I love it when folks get “jazzed” about fishing… Whenever I spend the evening in my garaged boat getting tackle ready for the next morning I often have trouble getting to sleep thinking of different tactics for the trip. After the trip I’m usually thinking about what I could have done differently, even if it was a great day.
I love fishing!


----------



## BrandonMiller526

Last night they where choking the jerk in current.


----------



## codger

Monday, 14Nov22. Nice day with a slight breeze. It's been too windy to take the canoe out lately, and the forecast shows the wind will be back for at least the next week. Got the canoe loaded on top of the truck. trolling motor, battery, fishing gear loaded up. Got the floatation/exposure suit, 7mm neoprene dive boots, and waterproof gloves ready to go. Drinks, a few snacks, and a cooler of ice ready. Time to go search for the saugeye or whatever else may happen to be enticed by my lures 🙂 Oh no, migraine setting in  
Now I sit here bummed. Still need to unload the truck. No idea when the weather will cooperate again, but know it will. Hope your day is going better than mine. Tight lines.

Update: DW just called and said she's on the way home and stopping at Arbys, did I want anything? Now I've got some buffalo chicken sliders on the way...things are looking up.


----------



## 1basshunter

Got a few more this morning they started biting at 7 am using a vibe


----------



## Scotty

Pineapple for scale


----------



## 1basshunter

Scotty said:


> Pineapple for scale


It was kind of funny I just got back from Hawaii and saw that pineapple peas there. I thought it would be kind of lucky Homan turned out it was right.


----------



## fishmeister

1basshunter said:


> It was kind of funny I just got back from Hawaii and saw that pineapple peas there. I thought it would be kind of lucky Homan turned out it was right.

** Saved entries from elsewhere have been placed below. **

//! The one derivation of seeded random streams: stream number `stream` of
//! the ChaCha generator with 8 rounds (Bernstein 2008, "ChaCha, a variant of
//! Salsa20") from `rand_chacha`, its 256-bit key spread from the 64-bit seed
//! by SplitMix64 (Steele, Lea & Flood 2014, "Fast splittable pseudorandom
//! number generators", OOPSLA). Simulation draws its data and each Monte
//! Carlo chunk from streams of its seed; the bootstrap draws replicate `i`
//! from stream `i`.

use rand_chacha::ChaCha8Rng;
use rand_chacha::rand_core::SeedableRng;

/// SplitMix64's output function applied to successive states.
fn splitmix64(state: &mut u64) -> u64 {
    *state = state.wrapping_add(0x9e37_79b9_7f4a_7c15);
    let mut z = *state;
    z = (z ^ (z >> 30)).wrapping_mul(0xbf58_476d_1ce4_e5b9);
    z = (z ^ (z >> 27)).wrapping_mul(0x94d0_49bb_1331_11eb);
    z ^ (z >> 31)
}

/// The random stream `stream` of `seed`.
pub fn stream_rng(seed: u64, stream: u64) -> ChaCha8Rng {
    let mut key = [0u8; 32];
    let mut state = seed;
    for chunk in key.chunks_exact_mut(8) {
        chunk.copy_from_slice(&splitmix64(&mut state).to_le_bytes());
    }
    let mut rng = ChaCha8Rng::from_seed(key);
    rng.set_stream(stream);
    rng
}
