/* Multiplies the monic polynomial c (degree *deg) by x^2 - s x + p. All
 * the coefficients here are small integers or dyadic fractions, so the
 * products are exact in double. */
static void poly_mul_quadratic(double *c, size_t *deg, double s, double p)
{
    double out[NMAX + 1] = {0};
    for (size_t i = 0; i <= *deg; i++) {
        out[i] += c[i];
        out[i + 1] += -s * c[i];
        out[i + 2] += p * c[i];
    }
    *deg += 2;
    memcpy(c, out, (*deg + 1) * sizeof *c);
}

static void poly_mul_linear(double *c, size_t *deg, double root)
{
    double out[NMAX + 1] = {0};
    for (size_t i = 0; i <= *deg; i++) {
        out[i] += c[i];
        out[i + 1] += -root * c[i];
    }
    *deg += 1;
    memcpy(c, out, (*deg + 1) * sizeof *c);
}

static void test_companion_known_roots(void **state)
{
    (void)state;
    /* Companion matrices of polynomials built from chosen roots; the
     * coefficients are exact (small integers, dyadic fractions), so the
     * roots are exact eigenvalues. Companion matrices are badly scaled
     * (balancing matters) and non-normal; tolerance from s_i as in
     * check_against_known. */
    double c[NMAX + 1], a[8 * 8], re[8], im[8];
    size_t deg;

    /* Roots 1..6 (integer coefficients up to 1764). */
    c[0] = 1.0;
    deg = 0;
    for (int r = 1; r <= 6; r++) {
        poly_mul_linear(c, &deg, (double)r);
        re[r - 1] = (double)r;
        im[r - 1] = 0.0;
    }
    companion(deg, c, a);
    check_against_known(deg, a, re, im, "companion, roots 1..6");

    /* (x^2 + 1)(x^2 - 2x + 5)(x + 3): roots +-i, 1 +- 2i, -3. */
    c[0] = 1.0;
    deg = 0;
    poly_mul_quadratic(c, &deg, 0.0, 1.0);
    poly_mul_quadratic(c, &deg, 2.0, 5.0);
    poly_mul_linear(c, &deg, -3.0);
    const double re2[5] = {0, 0, 1, 1, -3}, im2[5] = {1, -1, 2, -2, 0};
    companion(deg, c, a);
    check_against_known(deg, a, re2, im2, "companion, complex roots");

    /* Roots of mixed size: 0.125, -0.25, 0.5, 4, -8 and 0.75 +- 0.5i
     * (x^2 - 1.5 x + 0.8125). */
    c[0] = 1.0;
    deg = 0;
    const double rr[5] = {0.125, -0.25, 0.5, 4.0, -8.0};
    for (int k = 0; k < 5; k++)
        poly_mul_linear(c, &deg, rr[k]);
    poly_mul_quadratic(c, &deg, 1.5, 0.8125);
    const double re3[7] = {0.125, -0.25, 0.5, 4.0, -8.0, 0.75, 0.75};
    const double im3[7] = {0, 0, 0, 0, 0, 0.5, -0.5};
    companion(deg, c, a);
    check_against_known(deg, a, re3, im3, "companion, mixed roots");
}

static void test_companion_triple_root(void **state)
{
    (void)state;
    /* (x - 1)^3 (x + 2) = x^4 - x^3 - 3x^2 + 5x - 2: a triple root at 1
     * in a nonderogatory matrix, i.e. one Jordan block of size 3. The
     * companion matrix is not J itself, so the cube-root bound of
     * test_jordan_blocks_defective holds only up to the conditioning of
     * its Jordan basis; a factor 10 on (3 C_NORMWISE n eps ||A||_F)^(1/3)
     * covers that (5.6e-4 here; observed error 4e-5). The simple
     * root -2 gets the usual normwise tolerance with LAPACK's s_i. */
    double c[5] = {1.0, -1.0, -3.0, 5.0, -2.0}, a[16], wr[4], wi[4], tol[4];
    companion(4, c, a);
    eig_ok(4, a, 4, wr, wi);
    lapack_ref ref;
    lapack_eig(4, a, &ref);
    size_t simple = 0;
    for (size_t i = 1; i < 4; i++)
        if (fabs(ref.wr[i] + 2.0) < fabs(ref.wr[simple] + 2.0))
            simple = i;
    double e = C_NORMWISE * 4.0 * EPS * frobenius(4, a);
    const double want_re[4] = {1.0, 1.0, 1.0, -2.0}, want_im[4] = {0};
    for (int i = 0; i < 3; i++)
        tol[i] = 10.0 * pow(3.0 * e, 1.0 / 3.0);
    tol[3] = C_NORMWISE * 4.0 * EPS * ref.abnrm / ref.rcond[simple];
    assert_spectrum(4, wr, wi, want_re, want_im, tol, "companion, triple root");
}

static void test_cyclic_permutation_roots_of_unity(void **state)
{
    (void)state;
    /* The cyclic shift P (ones below the diagonal and P[0, n-1] = 1) is
     * the companion matrix of x^n - 1: eigenvalues exp(2 pi i k / n) in
     * closed form (a circulant is diagonalised by the Fourier matrix:
     * Davis, Circulant Matrices, Wiley 1979, chapter 3, chapter recalled
     * from memory). It is the
     * classical case where the standard Francis shift makes no progress
     * (every shift is 0 and the QR step only permutes), so it needs the
     * exceptional shifts. P is orthogonal, hence normal: tolerance
     * C_NORMWISE n eps ||P||_F. */
    double a[16 * 16], re[16], im[16], tol[16], wr[16], wi[16];
    for (size_t n = 2; n <= 16; n++) {
        memset(a, 0, n * n * sizeof *a);
        for (size_t i = 1; i < n; i++)
            a[i + (i - 1) * n] = 1.0;
        a[0 + (n - 1) * n] = 1.0;
        for (size_t k = 0; k < n; k++) {
            double th = 2.0 * M_PI * (double)k / (double)n;
            re[k] = cos(th);
            im[k] = sin(th);
            tol[k] = C_NORMWISE * (double)n * EPS * sqrt((double)n);
        }
        eig_ok(n, a, n, wr, wi);
        assert_spectrum(n, wr, wi, re, im, tol, "cyclic permutation");
    }
}

static void test_circulant_dft(void **state)
{
    (void)state;
    /* A circulant C[i, j] = c[(i - j) mod n] has eigenvalues
     * sum_j c[j] w^(jk), w = exp(-2 pi i / n), k = 0..n-1 (Davis 1979,
     * chapter 3, recalled from memory; derivable in one line: the vector
     * (w^(-ik))_i is an eigenvector). The DFT is summed here in
     * long double. Circulants are normal: tolerance C_NORMWISE n eps
     * ||C||_F. */
    el_rng rng;
    el_rng_seed(&rng, 20260401, 9);
    double c[20], a[20 * 20], re[20], im[20], tol[20], wr[20], wi[20];
    const size_t sizes[] = {3, 4, 7, 12, 20};
    for (size_t s = 0; s < sizeof sizes / sizeof sizes[0]; s++) {
        size_t n = sizes[s];
        for (size_t j = 0; j < n; j++)
            c[j] = gauss(&rng);
        for (size_t j = 0; j < n; j++)
            for (size_t i = 0; i < n; i++)
                a[i + j * n] = c[(i + n - j) % n];
        for (size_t k = 0; k < n; k++) {
            long double sr = 0.0L, si = 0.0L;
            for (size_t j = 0; j < n; j++) {
                long double th = -2.0L * 3.14159265358979323846264338327950288L
                                 * (long double)((j * k) % n) / (long double)n;
                sr += (long double)c[j] * cosl(th);
                si += (long double)c[j] * sinl(th);
            }
            re[k] = (double)sr;
            im[k] = (double)si;
            tol[k] = C_NORMWISE * (double)n * EPS * frobenius(n, a);
        }
        eig_ok(n, a, n, wr, wi);
        assert_spectrum(n, wr, wi, re, im, tol, "circulant");
    }
}

/* Tridiagonal Toeplitz matrix: diag d, superdiagonal b, subdiagonal c. */
static void tridiag_toeplitz(size_t n, double d, double b, double c, double *a)
{
    memset(a, 0, n * n * sizeof *a);
    for (size_t i = 0; i < n; i++) {
        a[i + i * n] = d;
        if (i + 1 < n) {
            a[i + (i + 1) * n] = b;
            a[(i + 1) + i * n] = c;
        }
    }
}

static void test_tridiagonal_toeplitz_closed_form(void **state)
{
    (void)state;
    /* Eigenvalues of tridiag(c, d, b) of order n: d + 2 sqrt(b c)
     * cos(k pi / (n + 1)), k = 1..n (e.g. Meyer, Matrix Analysis and
     * Applied Linear Algebra, SIAM 2000, Example 7.2.5; example number
     * recalled from memory). For b c < 0 the square root is imaginary:
     * d +- 2 i sqrt(|b c|) cos(k pi / (n + 1)), conjugate pairs (k and
     * n + 1 - k), plus the real d when n is odd. b != c makes the matrix
     * non-normal (similar to a symmetric one through diag((c/b)^(i/2))),
     * so the tolerance uses s_i (check_against_known). */
    double a[15 * 15], re[15], im[15];
    const struct { size_t n; double d, b, c; } cases[] = {
        {10, 0.5, 2.0, 0.5},    /* b c = 1: real, cos spectrum */
        {15, -1.0, 1.0, 0.25},
        {10, 0.5, 2.0, -0.5},   /* b c = -1: +- i pairs */
        {9, 2.0, -1.0, 3.0},    /* odd n: the middle eigenvalue is d */
    };
    for (size_t t = 0; t < sizeof cases / sizeof cases[0]; t++) {
        size_t n = cases[t].n;
        double bc = cases[t].b * cases[t].c;
        tridiag_toeplitz(n, cases[t].d, cases[t].b, cases[t].c, a);
        for (size_t k = 1; k <= n; k++) {
            double cs = cos((double)k * M_PI / (double)(n + 1));
            if (2 * k == n + 1)
                cs = 0.0;   /* exactly, where cos(pi/2) rounds to 6e-17 */
            double amp = 2.0 * sqrt(fabs(bc)) * cs;
            re[k - 1] = cases[t].d + (bc > 0.0 ? amp : 0.0);
            im[k - 1] = bc > 0.0 ? 0.0 : amp;
        }
        check_against_known(n, a, re, im, "tridiagonal Toeplitz");
    }
}

/* ---- classical test matrices -------------------------------------------- */

static void test_frank_matrix(void **state)
{
    (void)state;
    /* Frank matrix F_n, F[i, j] = n + 1 - max(i, j) for j >= i - 1 (1-based),
     * 0 otherwise: upper Hessenberg, det 1, eigenvalues real, positive and in
     * reciprocal pairs lambda, 1/lambda, so 1 is an eigenvalue for odd n
     * (Frank, J. SIAM 6(4), 1958, 378-392, citation recalled from memory; the
     * pairing as stated in Higham's Test Matrix Toolbox documentation of
     * `frank`, also recalled from memory). The small eigenvalues are
     * ill-conditioned, which is why the orders are kept small. Checks: against
     * dgeevx; every wi = 0; sorted, lambda_i lambda_(n+1-i) = 1 within the sum
     * of the two relative tolerances; 1 in the spectrum for n odd. */
    double a[9 * 9], wr[9], wi[9], tol[9];
    for (size_t n = 5; n <= 9; n++) {
        for (size_t j = 1; j <= n; j++)
            for (size_t i = 1; i <= n; i++)
                a[(i - 1) + (j - 1) * n] =
                    j + 1 >= i ? (double)(n + 1 - (i > j ? i : j)) : 0.0;
        check_against_lapack(n, a, "Frank");
        lapack_ref ref;
        lapack_eig(n, a, &ref);
        condition_tolerances(n, &ref, C_NORMWISE, tol);
        eig_ok(n, a, n, wr, wi);
        /* Sort ours ascending (insertion sort, n <= 9); tolerances are
         * taken from LAPACK's eigenvalue nearest each of ours. */
        double t_of[9];
        for (size_t i = 0; i < n; i++) {
            assert_true(wi[i] == 0.0);
            size_t near = 0;
            for (size_t j = 1; j < n; j++)
                if (fabs(ref.wr[j] - wr[i]) < fabs(ref.wr[near] - wr[i]))
                    near = j;
            t_of[i] = tol[near];
        }
        for (size_t i = 1; i < n; i++)
            for (size_t j = i; j > 0 && wr[j - 1] > wr[j]; j--) {
                double x = wr[j]; wr[j] = wr[j - 1]; wr[j - 1] = x;
                x = t_of[j]; t_of[j] = t_of[j - 1]; t_of[j - 1] = x;
            }
        for (size_t i = 0; i < n; i++) {
            size_t j = n - 1 - i;
            assert_true(wr[i] > 0.0);
            double bound = t_of[i] / wr[i] + t_of[j] / wr[j];   /* relative */
            assert_close(wr[i] * wr[j], 1.0, 0.0, bound);
        }
        if (n % 2 == 1)
            assert_close(wr[n / 2], 1.0, 0.0, t_of[n / 2]);
    }
}
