/* Location of the replicate distribution (Kilian 1998, the second stage
 * of the bootstrap-after-bootstrap, centred on the bias-corrected
 * estimate). Resampled blocks of consecutive pairs keep part of the
 * dependence that makes least squares drift toward damping, so their
 * replicates are centred at theta_hat + b*, with b* somewhere between 0
 * (single pairs) and the full small-sample bias b (model-based
 * replicates, which regenerate the series); b* grows with the block
 * length (docs/uncertainty.md). The percentile interval needs the
 * replicates centred on theta_hat - b_hat (b_hat from the bias round, 0
 * without it). Kilian draws the second stage from the bias-corrected
 * model to get there; here every mode's replicates (and trace and
 * determinant) are shifted so that their median is that centre, which
 * agrees with it to first order and costs no second set of replicates.
 * The spread and skewness of the replicates are kept as they are. P(stable)
 * follows from the shifted eigenvalues. Medians in replicate order: the
 * same on any thread count. */
static el_status recentre(boot_shared *sh, el_error *err)
{
    size_t nm = sh->n_modes, r = sh->r, total = sh->total;
    double *tmp = malloc((total + 1) * sizeof(double));
    double *loc = malloc(6 * nm * sizeof(double) + 1); /* median, centre, factor */
    if (tmp == NULL || loc == NULL) {
        free(tmp);
        free(loc);
        return el_error_set(err, EL_ERR_NOMEM, "out of memory (bootstrap centre)");
    }
    judge_small_round(sh, tmp);
    double *med = loc, *ctr = loc + 2 * nm, *fac = loc + 4 * nm;
    for (size_t q = 0; q < nm; q++) {
        const el_mode *md = &sh->point->modes[q];
        double b_re = sh->bias_re != NULL ? sh->bias_re[q] : 0.0;
        double b_im = sh->bias_im != NULL ? sh->bias_im[q] : 0.0;
        double sp_re, sp_im;
        replicate_location(sh, sh->mode_re + q, nm, tmp, &med[q], &sp_re);
        replicate_location(sh, sh->mode_im + q, nm, tmp, &med[nm + q], &sp_im);
        ctr[q] = md->lambda_re - b_re;
        ctr[nm + q] = fabs(md->lambda_im) - b_im;
        fac[q] = widen_factor(sh, q, sp_re);
        fac[nm + q] = widen_factor(sh, nm + q, sp_im);
        if (!isfinite(med[q]) || !isfinite(ctr[q])) {
            med[q] = ctr[q] = 0.0;
            fac[q] = 1.0;
        }
        /* A real mode's replicates fold onto Im >= 0: left as they are. */
        if (!md->pair || !isfinite(med[nm + q]) || !isfinite(ctr[nm + q])) {
            med[nm + q] = ctr[nm + q] = 0.0;
            fac[nm + q] = 1.0;
        }
    }
    for (size_t i = 0; i < total; i++) {
        if (!sh->ok[i])
            continue;
        for (size_t q = 0; q < nm; q++) {
            double *re = &sh->mode_re[i * nm + q], *im = &sh->mode_im[i * nm + q];
            *re = ctr[q] + fac[q] * (*re - med[q]);
            *im = fmax(0.0, ctr[nm + q] + fac[nm + q] * (*im - med[nm + q]));
        }
        double top = -HUGE_VAL;
        for (size_t j = 0; j < r; j++) {
            size_t q = sh->eig_mode[i * r + j];
            top = fmax(top, ctr[q] + fac[q] * (sh->eig_re[i * r + j] - med[q]));
        }
        sh->stable[i] = (unsigned char)(top < 0.0);
    }
    if (sh->has_plane) {
        double tr, det, m_tr, m_det, s_tr, s_det;
        point_plane(sh->point, &tr, &det);
        replicate_location(sh, sh->trace, 1, tmp, &m_tr, &s_tr);
        replicate_location(sh, sh->det, 1, tmp, &m_det, &s_det);
        double f_tr = widen_factor(sh, 2 * nm, s_tr), f_det = widen_factor(sh, 2 * nm + 1, s_det);
        double c_tr = tr - sh->bias_trace, c_det = det - sh->bias_det;
        for (size_t i = 0; i < total; i++) {
            if (isfinite(m_tr) && isfinite(c_tr))
                sh->trace[i] = c_tr + f_tr * (sh->trace[i] - m_tr);
            if (isfinite(m_det) && isfinite(c_det))
                sh->det[i] = c_det + f_det * (sh->det[i] - m_det);
        }
    }
    free(tmp);
    free(loc);
    return EL_OK;
}
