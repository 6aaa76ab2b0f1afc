/* test_ingest: CSV reading (quoting, delimiters, comments, CRLF, BOM, long
 * lines, stdin), strict cells, ISO 8601 time, errors with locations, time
 * parsing and formatting, and the scan summary. */
#include "el_test.h"

#include <stdlib.h>
#include <string.h>
#include <unistd.h>
#include <zlib.h>

#include "el_ingest.h"
#include "el_rows.h"

/* Tolerance policy. Cells are decimal text; ingest must return the
 * correctly rounded double of that text, which is what glibc's strtod
 * (an independent, correctly rounding implementation) returns for the same
 * text: those comparisons are exact (tolerance 0). ISO times and scan
 * statistics are compared with the tolerances stated beside them. */

/* Reads len bytes of text (may hold NUL) through a temporary stream. */
static el_status read_bytes(const char *text, size_t len, const char *time_col,
                            el_table *t, el_error *e)
{
    FILE *fp = tmpfile();
    assert_non_null(fp);
    assert_int_equal(fwrite(text, 1, len, fp), len);
    rewind(fp);
    el_ingest_options opt = {.time_column = time_col};
    el_status st = el_table_read_stream(fp, "test.csv", &opt, t, e);
    fclose(fp);
    return st;
}

static el_status read_text(const char *text, el_table *t, el_error *e)
{
    return read_bytes(text, strlen(text), NULL, t, e);
}

static double cell(const el_table *t, size_t row, size_t col)
{
    return t->values[col * t->n_rows + row];
}

/* Checks an error: status, line, column, file, and that a hint is given. */
static void expect_error(const char *text, el_status status, long line, long column)
{
    el_table t = {0};
    el_error e;
    el_status st = read_text(text, &t, &e);
    if (st != status || e.line != line || e.column != column) {
        char buf[1200];
        print_error("input:\n%s\ngot status %d line %ld column %ld: %s\n", text, (int)st,
                    e.line, e.column, el_error_format(&e, buf, sizeof buf));
    }
    assert_int_equal(st, status);
    assert_int_equal(e.line, line);
    assert_int_equal(e.column, column);
    assert_string_equal(e.file, "test.csv");
    assert_true(strlen(e.hint) > 0);
    assert_int_equal(t.n_rows, 0);
    assert_null(t.values);
    el_table_free(&t);
}

/* As expect_error, and the hint must contain word. */
static void expect_error_hint(const char *text, long line, long column, const char *word)
{
    el_table t = {0};
    el_error e;
    assert_int_equal(read_text(text, &t, &e), EL_ERR_DATA);
    assert_int_equal(e.line, line);
    assert_int_equal(e.column, column);
    if (strstr(e.hint, word) == NULL)
        fail_msg("hint \"%s\" lacks \"%s\"", e.hint, word);
    el_table_free(&t);
}

/* ------------------------------------------------------------------ */
/* Features                                                           */

static void test_basic_table(void **state)
{
    (void)state;
    const char *csv = "# exported by a logger\n"
                      "time [s], pressure  [ bar ] ,flow\n"
                      "\n"
                      "0.0,1.5,10\n"
                      "# a comment between rows\n"
                      "   # an indented comment with a stray \" quote\n"
                      "0.5, 2.25 ,NA\n"
                      "1.0,,nan\n"
                      "1.5,  NaN  ,-3e2\n"
                      "2.0,na,\n";
    el_table t = {0};
    el_error e;
    assert_int_equal(read_text(csv, &t, &e), EL_OK);
    assert_int_equal(t.n_rows, 5);
    assert_int_equal(t.n_columns, 3);
    assert_int_equal(t.delimiter, ',');
    assert_int_equal(t.time_column, 0);
    assert_int_equal(t.time_is_iso, 0);
    assert_string_equal(t.source, "test.csv");
    assert_string_equal(t.names[0], "time");
    assert_string_equal(t.units[0], "s");
    assert_string_equal(t.names[1], "pressure");
    assert_string_equal(t.units[1], "bar");
    assert_string_equal(t.names[2], "flow");
    assert_string_equal(t.units[2], "");
    const long lines[] = {4, 7, 8, 9, 10};
    for (size_t r = 0; r < 5; r++) {
        assert_int_equal(t.source_line[r], lines[r]);
        assert_close(cell(&t, r, 0), 0.5 * (double)r, 0, 0); /* exact decimal */
    }
    assert_close(cell(&t, 0, 1), 1.5, 0, 0);
    assert_close(cell(&t, 1, 1), 2.25, 0, 0);
    assert_true(isnan(cell(&t, 2, 1)) && isnan(cell(&t, 3, 1)) && isnan(cell(&t, 4, 1)));
    assert_close(cell(&t, 0, 2), 10.0, 0, 0);
    assert_true(isnan(cell(&t, 1, 2)) && isnan(cell(&t, 2, 2)) && isnan(cell(&t, 4, 2)));
    assert_close(cell(&t, 3, 2), -300.0, 0, 0);
    assert_int_equal(t.missing[0], 0);
    assert_int_equal(t.missing[1], 3);
    assert_int_equal(t.missing[2], 3);
    assert_int_equal(el_table_find(&t, "flow"), 2);
    assert_int_equal(el_table_find(&t, "pressure"), 1);
    /* As the header writes it, unit included (issue 9: exports name
     * columns with their units), and with other spacing before "[". */
    assert_int_equal(el_table_find(&t, "pressure [bar]"), 1);
    assert_int_equal(el_table_find(&t, "pressure[bar]"), 1);
    assert_int_equal(el_table_find(&t, "pressure [psi]"), -1);
    assert_int_equal(el_table_find(&t, "flow []"), 2);
    assert_int_equal(el_table_find(&t, "Flow"), -1);
    el_table_free(&t);
    assert_null(t.names);
    el_table_free(&t); /* harmless twice */
    el_table_free(NULL);
}

static void test_semicolon_and_tab(void **state)
{
    (void)state;
    el_table t = {0};
    el_error e;
    assert_int_equal(read_text("t;x [m,s];y\n1;2.5;-1\n2;3.5;NA\n", &t, &e), EL_OK);
    assert_int_equal(t.delimiter, ';');
    assert_int_equal(t.n_columns, 3);
    assert_string_equal(t.units[1], "m,s");
    assert_close(cell(&t, 1, 1), 3.5, 0, 0);
    assert_int_equal(t.missing[2], 1);
    el_table_free(&t);
    /* One comma (inside the unit) ties with one semicolon: ';' wins. */
    assert_int_equal(read_text("t;x [m,s]\n1;2.5\n", &t, &e), EL_OK);
    assert_int_equal(t.delimiter, ';');
    assert_int_equal(t.n_columns, 2);
    el_table_free(&t);
    /* A tab ties with a comma: the tab wins. */
    assert_int_equal(read_text("t\tx, y\n1\t2\n", &t, &e), EL_OK);
    assert_int_equal(t.delimiter, '\t');
    el_table_free(&t);

    assert_int_equal(read_text("t\tx, y [V]\tz\n1\t 2 \t3\n", &t, &e), EL_OK);
    assert_int_equal(t.delimiter, '\t');
    assert_string_equal(t.names[1], "x, y");
    assert_string_equal(t.units[1], "V");
    assert_close(cell(&t, 0, 1), 2.0, 0, 0);
    assert_close(cell(&t, 0, 2), 3.0, 0, 0);
    el_table_free(&t);

    /* Quoted delimiters do not count in the detection. */
    assert_int_equal(read_text("\"a;b;c\",x\n1,2\n", &t, &e), EL_OK);
    assert_int_equal(t.delimiter, ',');
    assert_string_equal(t.names[0], "a;b;c");
    el_table_free(&t);

    /* One column: no delimiter at all. */
    assert_int_equal(read_text("t\n1\n2\n", &t, &e), EL_OK);
    assert_int_equal(t.n_columns, 1);
    assert_int_equal(t.n_rows, 2);
    el_table_free(&t);
}

static void test_quoted_fields(void **state)
{
    (void)state;
    const char *csv = "time,\"flow, inlet [l/s]\",\"two\nline \"\"name\"\"\"\r\n"
                      "0,\"1.5\", \"2\" \r\n"
                      "1,\"\",\"NA\"\r\n"
                      "2,3,4";                       /* no final newline */
    el_table t = {0};
    el_error e;
    assert_int_equal(read_text(csv, &t, &e), EL_OK);
    assert_int_equal(t.n_rows, 3);
    assert_string_equal(t.names[1], "flow, inlet");
    assert_string_equal(t.units[1], "l/s");
    assert_string_equal(t.names[2], "two\nline \"name\"");
    /* The header spans lines 1-2, so the rows are on lines 3, 4 and 5. */
    assert_int_equal(t.source_line[0], 3);
    assert_int_equal(t.source_line[1], 4);
    assert_int_equal(t.source_line[2], 5);
    assert_close(cell(&t, 0, 1), 1.5, 0, 0);
    assert_close(cell(&t, 0, 2), 2.0, 0, 0);
    assert_true(isnan(cell(&t, 1, 1)) && isnan(cell(&t, 1, 2)));
    assert_close(cell(&t, 2, 2), 4.0, 0, 0);
    el_table_free(&t);
}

Well, how was fishing in in the promised land?


----------



## scarbz21

anyone headed out today or this weekend? Im going to try to get out tonight or tomorrow. Be safe if you're fishing rocks guys!


----------



## RodsInTheMud

scarbz21 said:


> anyone headed out today or this weekend? Im going to try to get out tonight or tomorrow. Be safe if you're fishing rocks guys!


Wear some orange this weekend! Deer Gun Youth! It’s the old _“If it’s brown, it’s down.” _adage to look out for!


----------



## scarbz21

Good call out man! Most of the places I fish are not close to hunting grounds from shore. I remember one time fishing a local lake and I had someone draw on me while I was walking to a hole in the River. The side I was on was public across the stream was Private. I didnt have Orange on and didnt know it was gun season. On there behalf, they only had an orange hat on. Be safe everyone!


----------



## RodsInTheMud

Yup, I do a lot of Pike fishing in the winter months, mostly wooded creeks and streams and have stumbled across hunters on occasion. I now wait till after gun season is over. Much safer!!!


----------



## Aidan Kirkpatrick

BrandonMiller526 said:


> View attachment 495885
> Put an absolute beat down on them tonight!


What lake was that at? I want to try to get some perch this winter but idk any good lakes for ‘em


----------



## 1basshunter

scarbz21 said:


> anyone headed out today or this weekend? Im going to try to get out tonight or tomorrow. Be safe if you're fishing rocks guys!


I’m going right after work then first thing in the morning


----------



## Creek Warrior

I report the good and the bad, went out last night for 6 hours and did not get a single bump. Tried 7 spots with varying tactics. Thought for sure I would pull a few in but some nights go like that. That wind was bitter cold and has convinced me to finally replace my old, worn out jersey gloves I like to use for cold weather fishing. Hoping to get back at it one night this weekend.


----------



## RodsInTheMud

Hoping the lake drawdowns get the creeks rocking, should be soon! 🤞


----------



## Craw-dad

Couldn't get gun week off work so I'm off this week. Probably not get out tonight but will start Sat night and hopefully quite a bit this week.


----------



## BrandonMiller526

Creek Warrior said:


> I report the good and the bad, went out last night for 6 hours and did not get a single bump. Tried 7 spots with varying tactics. Thought for sure I would pull a few in but some nights go like that. That wind was bitter cold and has convinced me to finally replace my old, worn out jersey gloves I like to use for cold weather fishing. Hoping to get back at it one night this weekend.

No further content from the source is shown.